When the PFX was first introduced, a comparative randomized prospective study of 200 patients was conducted.Seventy-eight of the 200 patients in that study had VS, of whom 38 were randomized to treatment with the Gamma Knife Model 4C (group 4C) and 40 were randomized to treatment with PFX (group P1). The authors also incorporated a matched group of 40 patients with VS consecutively treated with PFX after the initial learning curve period (group P2). Dose planning was compared and evaluated by measuring the conformity index (CI), selectivity index (SI), gradient index(GI), energy index (EI), unit isocenters (UI) and cochlear dose.

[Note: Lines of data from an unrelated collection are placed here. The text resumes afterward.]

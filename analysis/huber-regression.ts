import { AnalysisError } from './analysis-error';
import { inRange, positive } from './check-input';
import { leastSquares } from './least-squares';
import { EPS } from './plane-solution';

/** Makes the median of |residuals| estimate their standard deviation, for normal ones. */
const MAD = 0.6745;

/** Where fitted values move by no more than this share of the scale, they have settled. */
const SETTLED = 1e-13;

/**
 * Steps that may be taken: thousands for the few-point rounds whose scale creeps by a thousandth a step, which cost little there. Past half of
 * them only half of each is taken, so that a scale that swings to and fro settles between.
 */
const mostSteps = (n: number): number => Math.max(2000, Math.floor(400_000 / n));

/** A scale of so many times the rounding noise is one on its way to zero: the steps toward it get lost in rounding there. */
const NO_SCALE = 512;

export interface HuberFit {
  coefficients: number[];
  scale: number;
  /** ψ(u)/u of each value: 1 inside k scales, k·scale/|residual| beyond. */
  weights: number[];
  iterations: number;
}

export interface HuberOptions {
  k: number;
  /** Precision weights: residuals count as √w·residual. Absent: all 1. */
  weights?: readonly number[];
  /** Residuals up to this are rounding noise, and a scale of this size is none. */
  noise: number;
}

function medianOfSizes(values: readonly number[]): number {
  const sorted = values.map(Math.abs).sort((a, b) => a - b);
  const middle = sorted.length >> 1;
  const upper = sorted[middle] ?? 0;
  return sorted.length % 2 === 1 ? upper : (upper + (sorted[middle - 1] ?? 0)) / 2;
}

const toward = (from: readonly number[], to: readonly number[], share: number): number[] =>
  from.map((value, i) => value + share * ((to[i] ?? 0) - value));

/**
 * Huber's M-estimate with an intercept by iteratively reweighted least squares from the least squares fit, the scale median|residual| ÷ 0.6745
 * taken anew at each step, until the fitted values stand still to 1e-13 of the scale. Where more than half of the values lie exactly on one fit,
 * the scale is 0, those weigh 1 and the others 0.
 * Source: P. J. Huber, Robust Statistics (1981) ch. 7 (from memory); R's MASS::rlm with its default scale.
 * @throws AnalysisError as leastSquares, 'not-positive' (k), 'no-convergence'
 */
export function huberRegression(
  columns: readonly (readonly number[])[],
  values: readonly number[],
  options: HuberOptions,
): HuberFit {
  const k = positive('k', options.k);
  const precision = options.weights ?? values.map(() => 1);
  const start = leastSquares(columns, values, { intercept: true, weights: precision });
  let { coefficients, residuals } = start;
  const largest = values.reduce((most, value) => Math.max(most, Math.abs(value)), 0);
  const most = mostSteps(values.length);
  for (let iterations = 1; iterations <= most; iterations += 1) {
    const sizes = residuals.map((residual, i) => Math.abs(residual) * Math.sqrt(precision[i] ?? 1));
    const scale = medianOfSizes(sizes) / MAD;
    if (scale <= NO_SCALE * options.noise) {
      const weights = sizes.map((size) => (size <= 16 * NO_SCALE * options.noise ? 1 : 0));
      return { coefficients, scale: 0, weights, iterations };
    }
    const weights = sizes.map((size) => (size <= k * scale ? 1 : (k * scale) / size));
    const total = weights.map((weight, i) => weight * (precision[i] ?? 1));
    const next = leastSquares(columns, values, { intercept: true, weights: total });
    const share = iterations < most / 2 ? 1 : 0.5;
    const moved = residuals.reduce((most, residual, i) => Math.max(most, Math.abs(residual - (next.residuals[i] ?? 0))), 0);
    coefficients = toward(coefficients, next.coefficients, share);
    residuals = toward(residuals, next.residuals, share);
    if (moved <= SETTLED * scale + 4 * EPS * largest)
      return { coefficients, scale: inRange('scale', scale), weights, iterations };
  }
  throw new AnalysisError('no-convergence', 'The Huber estimate did not settle: its scale keeps moving.', {
    iterations: most,
  });
}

Patients were also stratified into subgroups according to target volume (> or = 0.5 ml).

RESULTS

In the whole population, CI, EI and cochlear dose were significantly better in group P2 (CI=0.917, EI=1.35,cochlear dose=3.55) than in group 4C (CI=0.864, EI=1.27,cochlear dose=5.10). In the subgroup of lesions > or = 0.5 ml, CI,GI, EI, UI and cochlear dose in group P2 (CI=0.929, GI=2.67, EI=1.37, UI=10.6, cochlear dose=3.55) were significantly better than in group 4C (CI=0.874, GI=2.85, EI=1.30, UI=14.5, cochlear dose=5.10).

CONCLUSIONS

The investigation of the dose planning capabilities of the PFX on a cohort of VS demonstrates a better conformity and energy distribution, with better cochlear sparing and without any particular drawback. In addition,there is an improvement in peripheral dose gradient in larger lesions. Further clinical studies will be required before drawing any conclusions about the clinical benefit achieved by these dose planning improvements.

摘要

目的

世界上第一台伽玛刀 Perfexion(PFX)于 2006 年 7 月在马赛安装。本研究的目的是研究 PFX 技术对前庭神经鞘瘤(VS)剂量计划质量的影响。

方法

当 PFX 首次推出时,进行了一项比较随机前瞻性研究,共纳入 200 例患者。该研究中有 78 例患者患有 VS,其中 38 例随机分为接受伽玛刀模型 4C(4C 组)治疗,40 例随机分为接受 PFX(P1 组)治疗。作者还纳入了一组连续 40 例接受 PFX 治疗的 VS 患者作为初始学习曲线期后的匹配组(P2 组)。通过测量适形指数(CI)、选择性指数(SI)、梯度指数(GI)、能量指数(EI)、单位等中心点(UI)和耳蜗剂量来比较和评估剂量计划。还根据靶体积(>或=0.5ml)将患者分为亚组。

结果

在整个人群中,P2 组的 CI、EI 和耳蜗剂量均显著优于 4C 组(CI=0.917,EI=1.35,耳蜗剂量=3.55)(CI=0.864,EI=1.27,耳蜗剂量=5.10)。在病变体积>或=0.5ml 的亚组中,P2 组的 CI、GI、EI、UI 和耳蜗剂量(CI=0.929,GI=2.67,EI=1.37,UI=10.6,耳蜗剂量=3.55)明显优于 4C 组(CI=0.874,GI=2.85,EI=1.30,UI=14.5,耳蜗剂量=5.10)。

结论

对一组 VS 患者的 PFX 剂量计划能力进行的研究表明,它具有更好的适形性和能量分布,更好地保护耳蜗,且没有任何特别的缺点。此外,在较大病变中,外周剂量梯度有所改善。在得出这些剂量计划改进带来的临床获益的任何结论之前,还需要进一步的临床研究。